• Work order: Say how many lines of the listing below include the string "silence" and add nothing else.

• Dataset excerpts:
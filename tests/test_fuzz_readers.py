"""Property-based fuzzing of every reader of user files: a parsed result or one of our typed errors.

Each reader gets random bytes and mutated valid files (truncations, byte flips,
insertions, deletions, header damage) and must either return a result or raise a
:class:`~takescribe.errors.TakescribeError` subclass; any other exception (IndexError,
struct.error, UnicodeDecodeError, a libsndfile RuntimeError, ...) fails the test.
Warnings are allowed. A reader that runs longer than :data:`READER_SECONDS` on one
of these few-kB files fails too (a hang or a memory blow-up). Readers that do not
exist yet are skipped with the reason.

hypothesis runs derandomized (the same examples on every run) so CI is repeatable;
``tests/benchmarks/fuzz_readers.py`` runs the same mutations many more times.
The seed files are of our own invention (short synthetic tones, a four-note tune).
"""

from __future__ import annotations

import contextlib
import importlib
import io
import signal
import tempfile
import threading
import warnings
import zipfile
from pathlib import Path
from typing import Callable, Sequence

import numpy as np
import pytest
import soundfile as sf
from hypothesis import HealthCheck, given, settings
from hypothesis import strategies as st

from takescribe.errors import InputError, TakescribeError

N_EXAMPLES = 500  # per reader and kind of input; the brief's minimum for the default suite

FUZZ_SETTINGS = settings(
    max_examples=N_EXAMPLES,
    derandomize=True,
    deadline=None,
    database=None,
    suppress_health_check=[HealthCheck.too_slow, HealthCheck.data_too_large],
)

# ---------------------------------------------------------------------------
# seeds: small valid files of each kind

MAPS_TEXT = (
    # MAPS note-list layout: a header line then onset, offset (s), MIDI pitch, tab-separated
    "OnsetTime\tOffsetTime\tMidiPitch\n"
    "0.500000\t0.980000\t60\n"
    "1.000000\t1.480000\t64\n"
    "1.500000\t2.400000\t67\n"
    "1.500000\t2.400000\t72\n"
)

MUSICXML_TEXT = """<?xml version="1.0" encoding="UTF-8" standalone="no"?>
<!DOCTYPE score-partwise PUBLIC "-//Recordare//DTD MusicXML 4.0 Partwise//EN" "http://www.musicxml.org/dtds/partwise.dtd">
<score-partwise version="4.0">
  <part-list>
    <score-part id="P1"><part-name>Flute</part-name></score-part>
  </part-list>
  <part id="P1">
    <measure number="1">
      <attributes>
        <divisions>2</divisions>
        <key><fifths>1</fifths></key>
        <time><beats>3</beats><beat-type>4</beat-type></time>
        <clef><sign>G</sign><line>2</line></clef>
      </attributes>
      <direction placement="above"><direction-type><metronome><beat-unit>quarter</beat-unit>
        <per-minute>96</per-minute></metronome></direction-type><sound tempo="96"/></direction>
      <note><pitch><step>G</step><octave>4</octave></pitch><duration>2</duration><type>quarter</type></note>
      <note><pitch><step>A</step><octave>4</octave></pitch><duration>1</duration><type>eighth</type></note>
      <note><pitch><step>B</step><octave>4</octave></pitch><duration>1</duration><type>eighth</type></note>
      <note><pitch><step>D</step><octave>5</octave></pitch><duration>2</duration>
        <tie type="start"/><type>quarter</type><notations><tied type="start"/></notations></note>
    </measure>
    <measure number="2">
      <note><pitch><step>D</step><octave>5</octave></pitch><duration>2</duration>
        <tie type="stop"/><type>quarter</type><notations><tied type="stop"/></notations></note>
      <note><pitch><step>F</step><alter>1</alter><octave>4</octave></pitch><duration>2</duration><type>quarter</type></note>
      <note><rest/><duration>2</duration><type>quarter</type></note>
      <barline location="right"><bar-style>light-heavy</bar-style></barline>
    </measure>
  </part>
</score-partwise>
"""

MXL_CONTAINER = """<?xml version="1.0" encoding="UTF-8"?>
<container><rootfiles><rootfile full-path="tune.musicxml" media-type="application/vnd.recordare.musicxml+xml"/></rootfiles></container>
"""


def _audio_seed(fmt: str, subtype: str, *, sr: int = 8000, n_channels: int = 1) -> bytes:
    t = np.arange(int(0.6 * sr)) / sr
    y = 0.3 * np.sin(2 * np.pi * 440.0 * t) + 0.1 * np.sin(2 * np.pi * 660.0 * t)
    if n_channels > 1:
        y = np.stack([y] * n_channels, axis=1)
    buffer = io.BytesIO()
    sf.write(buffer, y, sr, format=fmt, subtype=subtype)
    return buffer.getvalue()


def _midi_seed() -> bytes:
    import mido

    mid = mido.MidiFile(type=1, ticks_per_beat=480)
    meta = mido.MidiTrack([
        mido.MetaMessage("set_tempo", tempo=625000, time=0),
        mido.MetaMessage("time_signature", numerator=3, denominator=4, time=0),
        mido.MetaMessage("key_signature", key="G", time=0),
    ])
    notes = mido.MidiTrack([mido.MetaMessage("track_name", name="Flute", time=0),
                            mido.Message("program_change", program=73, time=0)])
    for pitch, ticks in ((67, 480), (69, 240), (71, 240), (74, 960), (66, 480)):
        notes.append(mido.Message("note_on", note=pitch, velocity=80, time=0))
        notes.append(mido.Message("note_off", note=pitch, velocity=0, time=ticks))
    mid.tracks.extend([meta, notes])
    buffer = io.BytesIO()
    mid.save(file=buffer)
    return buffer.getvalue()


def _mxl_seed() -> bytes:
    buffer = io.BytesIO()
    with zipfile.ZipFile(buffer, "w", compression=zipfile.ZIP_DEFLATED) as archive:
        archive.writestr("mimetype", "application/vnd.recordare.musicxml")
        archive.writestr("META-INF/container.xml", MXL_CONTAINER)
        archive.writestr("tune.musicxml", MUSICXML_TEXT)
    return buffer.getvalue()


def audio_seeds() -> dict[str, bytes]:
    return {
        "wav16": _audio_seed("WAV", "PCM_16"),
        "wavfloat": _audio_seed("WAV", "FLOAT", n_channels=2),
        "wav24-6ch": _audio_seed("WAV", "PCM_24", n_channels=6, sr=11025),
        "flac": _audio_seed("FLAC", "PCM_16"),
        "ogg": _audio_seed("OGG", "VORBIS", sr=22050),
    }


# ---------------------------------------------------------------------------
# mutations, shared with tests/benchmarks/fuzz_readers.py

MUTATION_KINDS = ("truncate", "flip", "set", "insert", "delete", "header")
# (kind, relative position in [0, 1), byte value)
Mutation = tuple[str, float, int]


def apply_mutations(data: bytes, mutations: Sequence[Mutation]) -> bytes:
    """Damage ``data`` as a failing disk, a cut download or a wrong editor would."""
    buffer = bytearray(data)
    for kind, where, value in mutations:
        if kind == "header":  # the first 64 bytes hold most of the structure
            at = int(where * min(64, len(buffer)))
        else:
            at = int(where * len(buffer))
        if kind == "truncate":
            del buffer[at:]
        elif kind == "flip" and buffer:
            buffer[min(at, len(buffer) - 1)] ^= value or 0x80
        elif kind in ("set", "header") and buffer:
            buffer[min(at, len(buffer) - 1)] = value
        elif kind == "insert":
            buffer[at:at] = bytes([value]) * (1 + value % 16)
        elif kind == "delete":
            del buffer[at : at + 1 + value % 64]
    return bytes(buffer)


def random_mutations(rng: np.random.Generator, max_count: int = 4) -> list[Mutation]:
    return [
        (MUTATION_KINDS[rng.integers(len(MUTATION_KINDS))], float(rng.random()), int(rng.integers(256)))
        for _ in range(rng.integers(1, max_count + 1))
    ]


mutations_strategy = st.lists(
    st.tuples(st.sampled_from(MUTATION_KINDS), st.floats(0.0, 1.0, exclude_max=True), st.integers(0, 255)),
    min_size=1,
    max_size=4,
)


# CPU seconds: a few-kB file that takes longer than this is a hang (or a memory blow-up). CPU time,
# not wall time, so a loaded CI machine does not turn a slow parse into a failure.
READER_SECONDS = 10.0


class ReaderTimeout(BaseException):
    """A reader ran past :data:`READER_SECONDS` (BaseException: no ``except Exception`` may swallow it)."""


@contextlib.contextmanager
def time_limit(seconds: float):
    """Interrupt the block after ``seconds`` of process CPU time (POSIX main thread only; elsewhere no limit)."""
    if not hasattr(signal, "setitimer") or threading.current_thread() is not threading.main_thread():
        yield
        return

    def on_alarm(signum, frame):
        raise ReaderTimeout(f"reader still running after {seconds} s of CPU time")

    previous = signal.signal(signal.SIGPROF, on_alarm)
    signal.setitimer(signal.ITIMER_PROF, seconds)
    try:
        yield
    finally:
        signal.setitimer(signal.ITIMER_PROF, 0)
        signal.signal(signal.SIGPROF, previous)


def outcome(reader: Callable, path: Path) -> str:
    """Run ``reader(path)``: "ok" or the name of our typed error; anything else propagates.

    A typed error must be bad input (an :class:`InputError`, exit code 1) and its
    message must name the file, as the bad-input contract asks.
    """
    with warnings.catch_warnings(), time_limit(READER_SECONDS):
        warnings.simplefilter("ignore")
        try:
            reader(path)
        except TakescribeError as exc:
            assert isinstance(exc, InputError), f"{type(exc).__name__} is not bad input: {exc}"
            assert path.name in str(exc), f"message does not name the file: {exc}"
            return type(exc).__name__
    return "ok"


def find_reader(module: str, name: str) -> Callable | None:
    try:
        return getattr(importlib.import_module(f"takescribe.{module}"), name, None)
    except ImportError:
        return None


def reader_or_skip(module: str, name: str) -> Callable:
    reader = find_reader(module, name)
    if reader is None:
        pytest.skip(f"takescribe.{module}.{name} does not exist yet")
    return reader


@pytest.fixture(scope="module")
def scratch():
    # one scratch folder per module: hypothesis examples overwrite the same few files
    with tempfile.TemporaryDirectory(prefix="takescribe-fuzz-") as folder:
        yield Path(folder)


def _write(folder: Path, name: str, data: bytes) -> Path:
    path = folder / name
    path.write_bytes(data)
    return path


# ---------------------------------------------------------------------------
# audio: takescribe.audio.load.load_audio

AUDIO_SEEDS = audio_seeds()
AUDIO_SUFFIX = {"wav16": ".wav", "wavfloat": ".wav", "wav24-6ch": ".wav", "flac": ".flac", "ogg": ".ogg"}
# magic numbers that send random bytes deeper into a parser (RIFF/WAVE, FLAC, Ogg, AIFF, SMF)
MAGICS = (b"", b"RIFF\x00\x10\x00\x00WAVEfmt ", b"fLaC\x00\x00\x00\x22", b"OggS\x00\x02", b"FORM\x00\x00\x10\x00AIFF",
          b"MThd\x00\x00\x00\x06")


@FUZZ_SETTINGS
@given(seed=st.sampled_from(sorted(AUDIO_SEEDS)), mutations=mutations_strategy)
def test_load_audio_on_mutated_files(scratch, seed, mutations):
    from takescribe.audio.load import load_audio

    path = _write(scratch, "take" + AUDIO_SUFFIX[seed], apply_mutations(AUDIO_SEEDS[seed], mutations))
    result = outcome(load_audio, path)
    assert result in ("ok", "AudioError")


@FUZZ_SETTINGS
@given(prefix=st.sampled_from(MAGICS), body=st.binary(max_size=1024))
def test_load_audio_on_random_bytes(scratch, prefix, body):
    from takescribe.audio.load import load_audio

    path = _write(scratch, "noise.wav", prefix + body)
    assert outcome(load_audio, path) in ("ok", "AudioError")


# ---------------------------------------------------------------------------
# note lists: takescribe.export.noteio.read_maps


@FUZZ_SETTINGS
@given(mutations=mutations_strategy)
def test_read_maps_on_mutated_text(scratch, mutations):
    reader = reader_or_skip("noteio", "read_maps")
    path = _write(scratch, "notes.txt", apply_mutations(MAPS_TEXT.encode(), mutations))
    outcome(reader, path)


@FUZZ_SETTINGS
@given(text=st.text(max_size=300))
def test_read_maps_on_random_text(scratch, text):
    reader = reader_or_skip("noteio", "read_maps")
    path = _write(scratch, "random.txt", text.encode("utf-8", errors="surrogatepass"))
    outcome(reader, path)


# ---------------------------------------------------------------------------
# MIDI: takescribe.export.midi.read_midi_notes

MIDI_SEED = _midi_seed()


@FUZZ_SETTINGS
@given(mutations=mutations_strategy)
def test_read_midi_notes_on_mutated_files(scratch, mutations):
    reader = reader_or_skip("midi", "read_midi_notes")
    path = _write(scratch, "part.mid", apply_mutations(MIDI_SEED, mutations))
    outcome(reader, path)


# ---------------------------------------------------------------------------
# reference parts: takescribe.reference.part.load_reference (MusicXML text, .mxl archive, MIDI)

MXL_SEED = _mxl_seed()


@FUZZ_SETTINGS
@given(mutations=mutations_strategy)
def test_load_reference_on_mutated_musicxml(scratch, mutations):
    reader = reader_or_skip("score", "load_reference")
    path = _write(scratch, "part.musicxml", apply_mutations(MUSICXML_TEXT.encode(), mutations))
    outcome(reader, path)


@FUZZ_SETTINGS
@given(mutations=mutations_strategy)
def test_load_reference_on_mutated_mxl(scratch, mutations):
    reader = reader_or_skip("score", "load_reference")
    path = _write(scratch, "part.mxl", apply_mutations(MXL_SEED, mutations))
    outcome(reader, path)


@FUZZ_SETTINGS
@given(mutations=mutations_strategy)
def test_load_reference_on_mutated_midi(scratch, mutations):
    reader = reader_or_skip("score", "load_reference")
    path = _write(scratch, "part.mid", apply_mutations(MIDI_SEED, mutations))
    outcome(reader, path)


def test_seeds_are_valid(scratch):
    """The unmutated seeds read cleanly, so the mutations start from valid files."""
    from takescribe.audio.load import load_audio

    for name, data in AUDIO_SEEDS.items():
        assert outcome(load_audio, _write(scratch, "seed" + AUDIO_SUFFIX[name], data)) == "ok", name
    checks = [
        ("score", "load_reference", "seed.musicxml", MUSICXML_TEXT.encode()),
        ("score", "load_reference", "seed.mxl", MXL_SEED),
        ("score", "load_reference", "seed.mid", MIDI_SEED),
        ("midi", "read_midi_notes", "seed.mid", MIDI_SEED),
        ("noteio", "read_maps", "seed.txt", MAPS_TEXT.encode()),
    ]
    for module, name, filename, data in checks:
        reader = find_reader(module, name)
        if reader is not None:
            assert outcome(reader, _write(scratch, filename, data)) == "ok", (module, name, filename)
---
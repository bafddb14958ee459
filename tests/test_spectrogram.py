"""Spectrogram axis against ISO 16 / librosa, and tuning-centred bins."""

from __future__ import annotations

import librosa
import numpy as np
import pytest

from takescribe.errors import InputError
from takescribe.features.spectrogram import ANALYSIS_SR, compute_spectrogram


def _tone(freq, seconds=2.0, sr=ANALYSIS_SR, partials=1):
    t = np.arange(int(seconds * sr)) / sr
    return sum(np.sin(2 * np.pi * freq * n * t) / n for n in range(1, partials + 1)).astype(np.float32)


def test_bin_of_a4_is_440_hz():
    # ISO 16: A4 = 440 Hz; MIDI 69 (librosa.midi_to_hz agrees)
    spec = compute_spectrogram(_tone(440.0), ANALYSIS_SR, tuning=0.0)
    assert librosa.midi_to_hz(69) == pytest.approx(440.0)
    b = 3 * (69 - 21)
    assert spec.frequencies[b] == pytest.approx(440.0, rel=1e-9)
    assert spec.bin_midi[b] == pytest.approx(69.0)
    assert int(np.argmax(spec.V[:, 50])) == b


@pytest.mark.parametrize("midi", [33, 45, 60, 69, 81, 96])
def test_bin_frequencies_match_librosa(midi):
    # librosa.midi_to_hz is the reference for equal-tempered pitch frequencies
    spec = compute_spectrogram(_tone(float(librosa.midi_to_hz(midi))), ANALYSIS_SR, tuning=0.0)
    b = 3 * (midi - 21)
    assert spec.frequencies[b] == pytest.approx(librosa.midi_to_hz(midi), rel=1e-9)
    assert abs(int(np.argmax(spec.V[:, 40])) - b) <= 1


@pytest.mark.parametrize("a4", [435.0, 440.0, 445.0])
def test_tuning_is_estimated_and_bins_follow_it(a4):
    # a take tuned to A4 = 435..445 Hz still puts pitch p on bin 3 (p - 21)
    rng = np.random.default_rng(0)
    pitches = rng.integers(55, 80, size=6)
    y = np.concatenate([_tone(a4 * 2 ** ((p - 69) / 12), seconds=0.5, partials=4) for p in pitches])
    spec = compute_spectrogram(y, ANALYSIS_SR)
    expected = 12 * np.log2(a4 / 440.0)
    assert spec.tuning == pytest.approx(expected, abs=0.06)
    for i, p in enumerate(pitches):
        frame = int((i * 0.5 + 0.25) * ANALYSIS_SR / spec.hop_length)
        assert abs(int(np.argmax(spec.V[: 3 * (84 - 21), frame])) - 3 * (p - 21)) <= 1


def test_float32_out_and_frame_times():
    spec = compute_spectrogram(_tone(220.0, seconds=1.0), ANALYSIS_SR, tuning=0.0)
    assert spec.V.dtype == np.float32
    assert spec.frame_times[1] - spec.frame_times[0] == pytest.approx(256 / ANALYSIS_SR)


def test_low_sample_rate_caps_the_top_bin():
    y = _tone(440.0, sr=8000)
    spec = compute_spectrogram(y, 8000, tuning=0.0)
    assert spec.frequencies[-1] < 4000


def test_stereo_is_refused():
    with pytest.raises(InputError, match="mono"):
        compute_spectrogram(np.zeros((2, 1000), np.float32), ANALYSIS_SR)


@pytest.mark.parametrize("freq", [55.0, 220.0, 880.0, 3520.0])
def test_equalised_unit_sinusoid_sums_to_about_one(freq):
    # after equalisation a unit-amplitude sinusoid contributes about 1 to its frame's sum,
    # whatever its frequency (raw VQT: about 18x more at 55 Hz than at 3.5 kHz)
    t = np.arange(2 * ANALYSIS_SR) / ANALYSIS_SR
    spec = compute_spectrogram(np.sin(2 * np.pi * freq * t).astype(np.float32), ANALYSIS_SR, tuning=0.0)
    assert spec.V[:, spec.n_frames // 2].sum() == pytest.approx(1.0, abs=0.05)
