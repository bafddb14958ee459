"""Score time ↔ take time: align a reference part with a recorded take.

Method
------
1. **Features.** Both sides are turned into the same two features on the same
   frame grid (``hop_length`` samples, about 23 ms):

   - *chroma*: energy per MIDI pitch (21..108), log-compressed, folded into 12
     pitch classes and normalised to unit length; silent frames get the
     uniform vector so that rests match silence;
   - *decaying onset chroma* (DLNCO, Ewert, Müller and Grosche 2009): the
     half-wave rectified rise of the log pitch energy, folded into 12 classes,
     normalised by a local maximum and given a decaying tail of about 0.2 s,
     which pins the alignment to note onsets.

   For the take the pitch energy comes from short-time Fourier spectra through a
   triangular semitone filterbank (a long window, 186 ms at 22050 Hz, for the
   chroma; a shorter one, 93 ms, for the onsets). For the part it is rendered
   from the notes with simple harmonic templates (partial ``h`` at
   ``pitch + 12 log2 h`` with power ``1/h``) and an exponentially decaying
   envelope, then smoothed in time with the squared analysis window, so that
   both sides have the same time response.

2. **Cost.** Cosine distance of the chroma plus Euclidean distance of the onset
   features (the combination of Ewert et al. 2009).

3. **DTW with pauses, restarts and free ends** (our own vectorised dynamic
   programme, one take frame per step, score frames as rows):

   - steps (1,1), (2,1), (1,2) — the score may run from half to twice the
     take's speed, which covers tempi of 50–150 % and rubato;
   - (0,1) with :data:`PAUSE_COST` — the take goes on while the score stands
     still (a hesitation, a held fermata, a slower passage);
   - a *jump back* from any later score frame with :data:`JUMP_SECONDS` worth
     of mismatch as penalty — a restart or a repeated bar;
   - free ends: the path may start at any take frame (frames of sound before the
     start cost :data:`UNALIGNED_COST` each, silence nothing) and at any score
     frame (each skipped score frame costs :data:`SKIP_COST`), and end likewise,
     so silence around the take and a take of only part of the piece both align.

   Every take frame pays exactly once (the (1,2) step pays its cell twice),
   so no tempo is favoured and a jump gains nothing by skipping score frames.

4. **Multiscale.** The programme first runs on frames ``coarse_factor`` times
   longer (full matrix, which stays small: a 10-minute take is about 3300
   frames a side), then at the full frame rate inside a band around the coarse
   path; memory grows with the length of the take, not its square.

• Solution for this task: 3